There are significant advantages to Microsoft’s more conventional gaming hardware approach. SMP with multilevel, transparent coherent caches is standard fare on PCs. Thus, it’s significantly easier to develop multithreaded applications that will run on different platforms, often with minimal application architectural changes other than recompilation. The same is true for utilization of VMX 128, since this support is often hidden by the compiler.

Continued on Page 2.

WE DON’T NEED NO STINKIN’ CACHE The PlayStation 3 uses IBM’s Cell processor (Fig. 2). The Cell has a Power architecture core, called the Power Processor Element (PPE), similar to the ones used in Microsoft’s multicore solution (see “Cell Processor Gets Ready To Entertain The Masses”). But the Cell’s core is designed to manage a set of eight synergistic processor elements (SPEs).

The PPE is a Power architecture core that includes caching. It often runs a typical operating system like Linux. Applications running on the PPE coordinate the operation of the SPEs in addition to executing parts of the application that may not benefit from the SPEs’ multithreaded nature.

The Cell chip’s architecture and layout are very different from the Xbox chip, primarily due to the lack of caches on the SPEs. As such, designers are able to add 256 kbytes of RAM with each of the eight SPEs. This RAM is used for code and data storage.

The Xbox chip can run six threads on three processors, while each SPE is single-threaded. One big difference between the two approaches is that the SPE operation is deterministic, a feature not possible with a cache. Determinism is key in some environments, especially gaming.

There’s a tradeoff, though. Programmers or programming tools need to account for the different access times. Access to the 256 kbytes of local memory is the fastest. There’s a small overhead to access another SPE’s memory, but a lots of overhead to access main memory. In addition, DMA transfers between main memory and SPE’s memory are fast, but it takes time to set up the transfers.

The SPE architecture affects how applications are coded to take advantage of the multiple units as well as contend with the memory limitations. Overall, programmers take what Peter Hoffstee, Distinguished Engineer with IBM, calls a shopping-list technique when it comes to scheduling. SPEs are given jobs from a list and come back for another upon completion of their current job.

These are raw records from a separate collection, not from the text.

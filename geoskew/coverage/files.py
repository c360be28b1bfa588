"""Contours from a vector file; with `rasterfiles` the only reader of files for the coverage."""

from __future__ import annotations

import warnings
from dataclasses import replace
from functools import lru_cache
from pathlib import Path
from typing import Any

import numpy as np
from numpy.typing import NDArray

from geoskew.coverage.contours import ContourField, fit
from geoskew.errors import InputError, Problem

Array = NDArray[np.float64]


def contour_field(path: Path, field: str, *, peak_dbw: float | None = None) -> ContourField:
    """Read a vector file of published contours and fit a smooth field to it.

    Parameters
    ----------
    path : Path
        Any vector format that GDAL reads, lines or polygons, in any coordinate reference system.
    field : str
        Column with each contour's level, dBW: numbers, or text that reads as a number.
    peak_dbw : float, optional
        EIRP at the highest point, dBW.

    Returns
    -------
    ContourField
        The same object as long as the file does not change.

    Raises
    ------
    InputError
        With the file and the feature: see `read_contours` and `contours.fit`.
    """
    state = path.stat() if path.exists() else None
    stamp = (state.st_mtime_ns, state.st_size) if state else None
    return _contour_field(path, field, peak_dbw, stamp)


@lru_cache(maxsize=16)
def _contour_field(
    path: Path, field: str, peak_dbw: float | None, stamp: tuple[int, int] | None
) -> ContourField:
    geometries, levels, names = read_contours(path, field)
    try:
        return fit(geometries, levels, peak=peak_dbw, names=names)
    except InputError as error:
        raise InputError([replace(problem, file=path) for problem in error.problems]) from error


def read_contours(path: Path, field: str) -> tuple[list[Any], list[float], list[str]]:
    """Read contour geometries in degrees of WGS 84, their levels in dBW and their names.

    Raises
    ------
    InputError
        For a file that cannot be read, has no such column, no features or no coordinate reference
        system, a level that is no number, or a polygon whose ring is not closed.
    """
    import pyogrio
    import shapely
    from pyogrio.errors import DataLayerError, DataSourceError

    try:
        layer = _layer_with(path, field)
        with warnings.catch_warnings():
            # GDAL warns of rings that are not closed; below they are refused by feature.
            warnings.simplefilter("ignore", RuntimeWarning)
            meta, numbers, shapes, columns = pyogrio.raw.read(
                path, layer=layer, columns=[field], return_fids=True, force_2d=True
            )
    except (DataSourceError, DataLayerError) as error:
        raise InputError(Problem(f"cannot be read as a vector file: {error}", file=path)) from error
    if meta["crs"] is None:
        raise InputError(
            Problem(
                "has no coordinate reference system, so its coordinates have no meaning; store it with one"
                " (a .prj file beside a Shapefile, or as GeoPackage or GeoJSON)",
                file=path,
            )
        )
    if len(shapes) == 0:
        raise InputError(Problem("has no features; draw the contours into it", file=path))
    geometries = shapely.from_wkb(shapes, on_invalid="ignore")
    names = [f"feature {number}" for number in numbers]
    levels, problems = [], []
    for name, value, shape, geometry in zip(names, columns[0], shapes, geometries, strict=True):
        level = _number(value)
        levels.append(level)
        if np.isnan(level):
            problems.append(f"{name}: {field} = {value!r} is not a number; give each contour a level in dBW")
        if geometry is None and shape is not None:
            problems.append(f"{name}: its ring is not closed, or has fewer than four points; close the ring")
    if problems:
        raise InputError([Problem(text, file=path) for text in problems])
    return _in_degrees(geometries, meta["crs"]), levels, names


def _layer_with(path: Path, field: str) -> str:
    """Name of the one layer of a vector file that has a column."""
    import pyogrio

    layers = [str(row[0]) for row in pyogrio.list_layers(path)]
    fields = {layer: [str(name) for name in _columns(path, layer)] for layer in layers}
    having = [layer for layer in layers if field in fields[layer]]
    if len(having) == 1:
        return having[0]
    if having:
        text = f"has several layers with a column {field!r} ({', '.join(having)}); keep the contours in one"
    else:
        there = ", ".join(sorted({name for names in fields.values() for name in names})) or "none"
        text = f"has no column {field!r}; its columns: {there}; name the one that holds the level"
    raise InputError(Problem(text, file=path))


def _columns(path: Path, layer: str) -> Any:
    """Names of the columns of one layer."""
    import pyogrio

    return pyogrio.read_info(path, layer=layer)["fields"]


def _number(value: Any) -> float:
    """A level as a float; NaN for anything that is not a number."""
    try:
        return float(value) if not isinstance(value, str) else float(value.strip().replace(",", "."))
    except (TypeError, ValueError):
        return float("nan")


def _in_degrees(geometries: Any, crs: str) -> list[Any]:
    """Geometries in degrees of longitude and latitude, WGS 84."""
    import shapely

    turn = transformer(crs, "EPSG:4326")
    if turn is None:
        return list(geometries)

    def degrees(points: Array) -> Array:
        return np.column_stack(turn.transform(points[:, 0], points[:, 1]))

    return list(shapely.transform(geometries, degrees))


@lru_cache(maxsize=16)
def transformer(source: str, target: str) -> Any:
    """Build a transformer between reference systems, x before y; None where there is nothing to do."""
    import pyproj

    if pyproj.CRS(source).equals(pyproj.CRS(target), ignore_axis_order=True):
        return None
    return pyproj.Transformer.from_crs(source, target, always_xy=True)
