"""Overviews, made block by block from the values at hand instead of read back from a whole layer.

Blocks are aligned to tiles, so that every cell of an overview is made of one block. Averages are rounded
like the cells they are made of: an average of rounded values has all its low bits in use again, and three
small overviews would take as much room as the layer itself.
"""

from __future__ import annotations

import math
from collections.abc import Iterator
from typing import Any, Final

import numpy as np
from numpy.typing import NDArray

from geoskew.outputs.raster.storage import Storage

TILE: Final = 512
# The smallest tile that the file format has.
_LEAST_TILE: Final = 16


def halvings(rows: int, columns: int) -> list[int]:
    """Overview factors until the smallest fits into one tile.

    >>> halvings(512, 100), halvings(513, 100), halvings(700, 2049)
    ([], [2], [2, 4, 8])
    """
    factors = []
    factor = 1
    while max(math.ceil(rows / factor), math.ceil(columns / factor)) > TILE:
        factor *= 2
        factors.append(factor)
    return factors


def tile_of(factor: int) -> int:
    """Side of the tiles of an overview's work file: what one tile of the layer becomes."""
    return max(_LEAST_TILE, TILE // factor)


def levels(encoded: NDArray[Any], storage: Storage, count: int) -> Iterator[NDArray[Any]]:
    """The first `count` overviews of a block of encoded values, each half as large as the one before.

    Cells without a value take no part in an average. A row or column without a partner stands for itself.
    """
    current = encoded
    for _ in range(count):
        if storage.overviews == "nearest":
            current = np.ascontiguousarray(current[::2, ::2])
            yield current
        else:
            current = _averaged(current)
            yield _rounded(current, storage.step) if storage.step else current


def _averaged(values: NDArray[np.float32]) -> NDArray[np.float32]:
    rows, columns = values.shape
    if rows % 2 or columns % 2:
        values = np.pad(values, ((0, rows % 2), (0, columns % 2)), constant_values=np.nan)
    four = (values[::2, ::2], values[::2, 1::2], values[1::2, ::2], values[1::2, 1::2])
    total = np.asarray(four[0] + four[1] + (four[2] + four[3])) * np.float32(0.25)
    missing = np.isnan(total)
    if missing.any():
        known = np.stack([one[missing] for one in four])
        count = (~np.isnan(known)).sum(axis=0)
        sums = np.where(np.isnan(known), np.float32(0.0), known).sum(axis=0, dtype=np.float64)
        with np.errstate(invalid="ignore", divide="ignore"):
            total[missing] = np.where(count > 0, sums / count, np.nan)
    return total


def _rounded(values: NDArray[np.float32], step: float) -> NDArray[np.float32]:
    """Rounded to a power of two; one zero and one NaN."""
    rounded = np.rint(values * np.float32(1.0 / step)) * np.float32(step) + np.float32(0.0)
    return np.where(np.isnan(rounded), np.float32(np.nan), rounded)
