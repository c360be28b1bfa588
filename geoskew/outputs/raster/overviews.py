"""Averaged overviews that are rounded like the cells they are made of.

An average of rounded values has all its low bits in use again, and three small overviews would take
as much room as the layer itself. Overviews that pick one cell need nothing of this.
"""

from __future__ import annotations

import math
from pathlib import Path

import numpy as np

from geoskew.outputs.raster.storage import Storage

TILE = 512


def add_rounded(path: Path, storage: Storage) -> None:
    """Give a closed work file averaged overviews, rounded to the storage's step.

    Cells without a value take no part in an average. The copy to the final file keeps overviews that
    are there.
    """
    import rasterio
    from rasterio.enums import Resampling

    with rasterio.open(path) as dataset:
        factors = halvings(dataset.height, dataset.width)
    if not factors:
        return
    with rasterio.Env(GDAL_TIFF_OVR_BLOCKSIZE=TILE), rasterio.open(path, "r+") as dataset:
        dataset.build_overviews(factors, Resampling.average)
    for level in range(len(factors)):
        with rasterio.open(path, "r+", overview_level=level) as dataset:
            _round(dataset, storage)


def halvings(rows: int, columns: int) -> list[int]:
    """Overview factors until the smallest fits into one tile.

    >>> halvings(512, 100), halvings(513, 100), halvings(700, 2049)
    ([], [2], [2, 4, 8])
    """
    factors = []
    factor = 1
    while max(math.ceil(rows / factor), math.ceil(columns / factor)) > TILE:
        factor *= 2
        factors.append(factor)
    return factors


def _round(dataset: object, storage: Storage) -> None:
    """Round an open dataset in place, tile by tile; nodata stays."""
    step, nodata = np.float32(storage.step), np.float32(storage.nodata)
    for _, window in dataset.block_windows(1):  # type: ignore[attr-defined]
        values = dataset.read(1, window=window)  # type: ignore[attr-defined]
        valid = ~np.isnan(values) & (values != nodata)
        values[valid] = np.rint(values[valid] / step) * step + np.float32(0.0)
        dataset.write(values, 1, window=window)  # type: ignore[attr-defined]
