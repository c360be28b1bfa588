"""A smooth surface over a plane: bicubic B-splines on a square lattice, fitted with least bending.

The surface is the finite-element form of the thin plate: among all surfaces on the lattice the one
with the least bending energy ∫(f_xx² + 2·f_xy² + f_yy²) that goes through the data (H. Inoue, "A
least-squares smooth fitting for irregularly spaced data: finite-element approach using the cubic
B-spline basis", Geophysics 51, 1986; the energy is that of I. C. Briggs, "Machine contouring using
minimum curvature", Geophysics 39, 1974). Its first and second derivatives are continuous everywhere,
so that it looks smooth at any resolution.
"""

from __future__ import annotations

from dataclasses import dataclass
from typing import Any, Final

import numpy as np
from numpy.typing import NDArray

Array = NDArray[np.float64]

# Bending against misfit: the data weigh 1 each, a few to a lattice step. Small enough that levels are
# met to some thousandths of a dB, large enough for a well-conditioned system.
BENDING: Final = 1e-4


@dataclass(frozen=True)
class Lattice:
    """A square lattice of B-spline coefficients: west and south edge, step, numbers of coefficients."""

    west: float
    south: float
    step: float
    columns: int
    rows: int

    @classmethod
    def over(cls, bounds: tuple[float, float, float, float], step: float) -> Lattice:
        """Cover bounds (west, south, east, north) with cells of one step."""
        west, south, east, north = bounds
        cells_x = int(np.ceil((east - west) / step)) + 1
        cells_y = int(np.ceil((north - south) / step)) + 1
        return cls(west, south, step, cells_x + 3, cells_y + 3)

    @property
    def east(self) -> float:
        """East edge of the supported rectangle."""
        return self.west + self.step * (self.columns - 3)

    @property
    def north(self) -> float:
        """North edge of the supported rectangle."""
        return self.south + self.step * (self.rows - 3)

    def nodes(self, *, per_step: int = 1) -> tuple[Array, Array]:
        """Coordinates x (1, W) and y (H, 1) of a regular raster over the supported rectangle."""
        x = self.west + self.step * np.arange((self.columns - 3) * per_step + 1) / per_step
        y = self.south + self.step * np.arange((self.rows - 3) * per_step + 1) / per_step
        return x[None, :], y[:, None]


def cubic_weights(offset: Array) -> Array:
    """The four cubic B-splines that reach into a cell, at offsets 0 to 1 in it: (..., 4)."""
    t = offset[..., None]
    s = 1.0 - t
    return (
        np.concatenate([s**3, 3.0 * t**3 - 6.0 * t**2 + 4.0, 3.0 * s**3 - 6.0 * s**2 + 4.0, t**3], axis=-1)
        / 6.0
    )


def cubic_slopes(offset: Array) -> Array:
    """Slopes of `cubic_weights`, to a lattice step: (..., 4)."""
    t = offset[..., None]
    s = 1.0 - t
    return np.concatenate([-(s**2), 3.0 * t**2 - 4.0 * t, 4.0 * s - 3.0 * s**2, t**2], axis=-1) / 2.0


def _cells(position: Array, count: int) -> tuple[NDArray[np.intp], Array]:
    """Cell number and offset within it of positions in lattice steps; `count` coefficients."""
    cell = np.clip(np.floor(position), 0, count - 4).astype(np.intp)
    return cell, position - cell


def line_basis(position: Array, count: int) -> Array:
    """Values of all `count` B-splines at positions (N,) in lattice steps: dense (N, count)."""
    cell, offset = _cells(position, count)
    basis = np.zeros((position.size, count))
    rows = np.arange(position.size)[:, None]
    basis[rows, cell[:, None] + np.arange(4)] = cubic_weights(offset)
    return basis


def design(lattice: Lattice, x: Array, y: Array, *, slope: str = "") -> Any:
    """Sparse matrix (N, rows·columns) of the B-splines' values at points (N,) inside the rectangle.

    With slope "x" or "y" that of their slopes in this direction, to a lattice step.
    """
    from scipy.sparse import csr_matrix

    column, offset_x = _cells((x - lattice.west) / lattice.step, lattice.columns)
    row, offset_y = _cells((y - lattice.south) / lattice.step, lattice.rows)
    weights_x = cubic_slopes(offset_x) if slope == "x" else cubic_weights(offset_x)
    weights_y = cubic_slopes(offset_y) if slope == "y" else cubic_weights(offset_y)
    weights = weights_y[:, :, None] * weights_x[:, None, :]
    first = row[:, None, None] + np.arange(4)[None, :, None]
    second = column[:, None, None] + np.arange(4)[None, None, :]
    index = first * lattice.columns + second
    points = np.repeat(np.arange(x.size), 16)
    shape = (x.size, lattice.rows * lattice.columns)
    return csr_matrix((weights.ravel(), (points, index.ravel())), shape=shape)


def _overlaps(count: int) -> tuple[Array, Array, Array]:
    """Integrals of products of the B-splines and of their first and second derivatives, (count, count).

    Exact: four Gauss points integrate the degree of 6.
    """
    nodes, gauss = np.polynomial.legendre.leggauss(4)
    t, gauss = 0.5 * (nodes + 1.0), 0.5 * gauss
    s = 1.0 - t
    value = cubic_weights(t)
    slope = cubic_slopes(t)
    bend = np.stack([s, 3 * t - 2, 3 * s - 2, t], axis=-1)
    result = []
    for basis in (value, slope, bend):
        cell = np.einsum("q,qi,qj->ij", gauss, basis, basis)
        whole = np.zeros((count, count))
        for start in range(count - 3):
            whole[start : start + 4, start : start + 4] += cell
        result.append(whole)
    return result[0], result[1], result[2]


def bending_energy(lattice: Lattice) -> Any:
    """Sparse matrix of ∫(f_xx² + 2·f_xy² + f_yy²), coordinates in lattice steps."""
    from scipy.sparse import csr_matrix, kron

    x0, x1, x2 = (csr_matrix(part) for part in _overlaps(lattice.columns))
    y0, y1, y2 = (csr_matrix(part) for part in _overlaps(lattice.rows))
    return kron(y0, x2, "csr") + 2.0 * kron(y1, x1, "csr") + kron(y2, x0, "csr")


@dataclass(frozen=True)
class Surface:
    """A fitted surface: its lattice and its B-spline coefficients (rows, columns)."""

    lattice: Lattice
    coefficients: Array

    def values(self, x: Array, y: Array) -> Array:
        """Evaluate at broadcastable coordinates; NaN outside of the lattice's rectangle and for NaN.

        A row of x (1, W) with a column of y (H, 1) is evaluated as a product of two small matrices.
        """
        return evaluate(self.coefficients, self.lattice, x, y, degree=3)


def evaluate(array: Array, lattice: Lattice, x: Array, y: Array, *, degree: int) -> Array:
    """Evaluate B-spline coefficients (degree 3) or node values (degree 1) of a lattice at x and y."""
    across = (x - lattice.west) / lattice.step
    along = (y - lattice.south) / lattice.step
    with np.errstate(invalid="ignore"):
        across = np.where((across >= 0) & (across <= lattice.columns - 3), across, np.nan)
        along = np.where((along >= 0) & (along <= lattice.rows - 3), along, np.nan)
    if across.ndim == 2 and along.ndim == 2 and across.shape[0] == 1 and along.shape[1] == 1:
        return _outer(array, across[0], along[:, 0], degree)
    return _scattered(array, across, along, degree)


def _outer(array: Array, across: Array, along: Array, degree: int) -> Array:
    """Values on the product of a row and a column of positions, (H, W)."""
    from scipy.sparse import csr_matrix

    matrices = []
    for axis, position in enumerate((along, across)):
        safe = np.nan_to_num(position)
        count = array.shape[axis]
        matrix = line_basis(safe, count) if degree == 3 else _hat_basis(safe, count)
        # A block of a large region touches few of the coefficients.
        touched = slice(int(safe.min()), min(int(safe.max()) + degree + 2, count))
        array = array[touched] if axis == 0 else array[:, touched]
        matrix = matrix[:, touched]
        matrix[np.isnan(position)] = np.nan
        # Four values of a row are not zero: the dense product takes ten times as long, on all processors.
        matrices.append(csr_matrix(matrix))
    return np.asarray((matrices[1] @ (matrices[0] @ array).T).T)


def _hat_basis(position: Array, count: int) -> Array:
    """Weights of linear interpolation between `count` nodes at positions (N,): dense (N, count)."""
    cell = np.clip(np.floor(position), 0, count - 2).astype(np.intp)
    offset = position - cell
    basis = np.zeros((position.size, count))
    rows = np.arange(position.size)
    basis[rows, cell] = 1.0 - offset
    basis[rows, cell + 1] = offset
    return basis


def _scattered(array: Array, across: Array, along: Array, degree: int) -> Array:
    """Values at pairs of positions, broadcast."""
    from scipy.ndimage import map_coordinates

    across, along = np.broadcast_arrays(across, along)
    # A cubic B-spline is centred one step into the coefficients of its cell.
    shift = 1.0 if degree == 3 else 0.0
    missing = np.isnan(across) | np.isnan(along)
    position = np.stack([np.nan_to_num(along), np.nan_to_num(across)]) + shift
    flat = map_coordinates(array, position.reshape(2, -1), order=degree, mode="nearest", prefilter=False)
    return np.where(missing, np.nan, np.asarray(flat).reshape(across.shape))


class ThinPlate:
    """The least-bending fit over one lattice; data points may be added and the fit repeated.

    Parameters
    ----------
    lattice : Lattice
        Where the coefficients are.
    """

    def __init__(self, lattice: Lattice) -> None:
        self.lattice = lattice
        self._energy = BENDING * bending_energy(lattice)

    def stretched(self, x: Array, y: Array, tension: Array) -> ThinPlate:
        """Give the same plate under tension around raster points (N,), two to a lattice step.

        The tension is the weight of |∇f|² against that of the bending, lattice steps as unit of length.
        """
        plate = ThinPlate.__new__(ThinPlate)
        plate.lattice = self.lattice
        weights = 0.25 * BENDING * tension
        plate._energy = self._energy
        for slope in ("x", "y"):
            matrix = design(self.lattice, x, y, slope=slope)
            plate._energy = plate._energy + matrix.T.multiply(weights).tocsr() @ matrix
        return plate

    def solve(self, x: Array, y: Array, values: Array, weights: Array) -> Surface:
        """Find the surface of least bending and weighted misfit to values at points (N,).

        Three points not on one line must be among them.
        """
        from scipy.sparse.linalg import splu

        matrix = design(self.lattice, x, y)
        weighted = matrix.T.multiply(weights).tocsr()
        system = (weighted @ matrix + self._energy).tocsc()
        # Symmetric and positive definite: an order that keeps the factor thin, no pivoting.
        factor = splu(
            system, permc_spec="MMD_AT_PLUS_A", diag_pivot_thresh=0.0, options={"SymmetricMode": True}
        )
        solution = np.asarray(factor.solve(weighted @ values))
        return Surface(self.lattice, solution.reshape(self.lattice.rows, self.lattice.columns))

There are two approaches to deliver code and data from the list. The first essentially splits an application into chunks that will fit into an SPE. DMA is used to bring in the necessary code and working set data (Fig. 3). The SPE code may access other memory, but most of the data is loaded when the chunk starts. Data may be written back to main memory when the task is done. Often, the task runs to completion, and then the next chunk is loaded.

The chunking approach can be used to handle streams of data. For example, game programs typically process data for a display frame. This processing can be split into chunks, and the chunks are then distributed among the SPEs. A single frame may be broken up into more chunks than SPEs. Consequently, it’s simply a matter of running the chunks through the SPEs at a rate fast enough to complete a frame in time to display it.

The other approach is similar to chunking, but either the code or data stays in place. For instance, an application applies the same algorithm to a stream of data. The code is loaded once into an SPE, and then data is moved in and out as it’s processed. The flip side is a chunk of data that’s transformed by some code and then another and another. Doublebuffering reduces the amount of swappable data or code, but it may improve efficiency.

This swapping approach was quite common in the past when memory was at a premium. Think back to Fortran COMMON statements or Basic program switching on mini computers.

Code and data can be pushed into SPEs or pulled in by code running on the SPEs. Such software- based caching varies greatly from one application to another, but it gives the control to programmers instead of the hardware. Huge benefits can be derived from software caching and SPE communication if hardware is brought to bear on a problem. IBM optimized a ray tracing program that caches seven different kinds of data blocks among multiple SPEs. The end result: performance rose by almost an order of magnitude.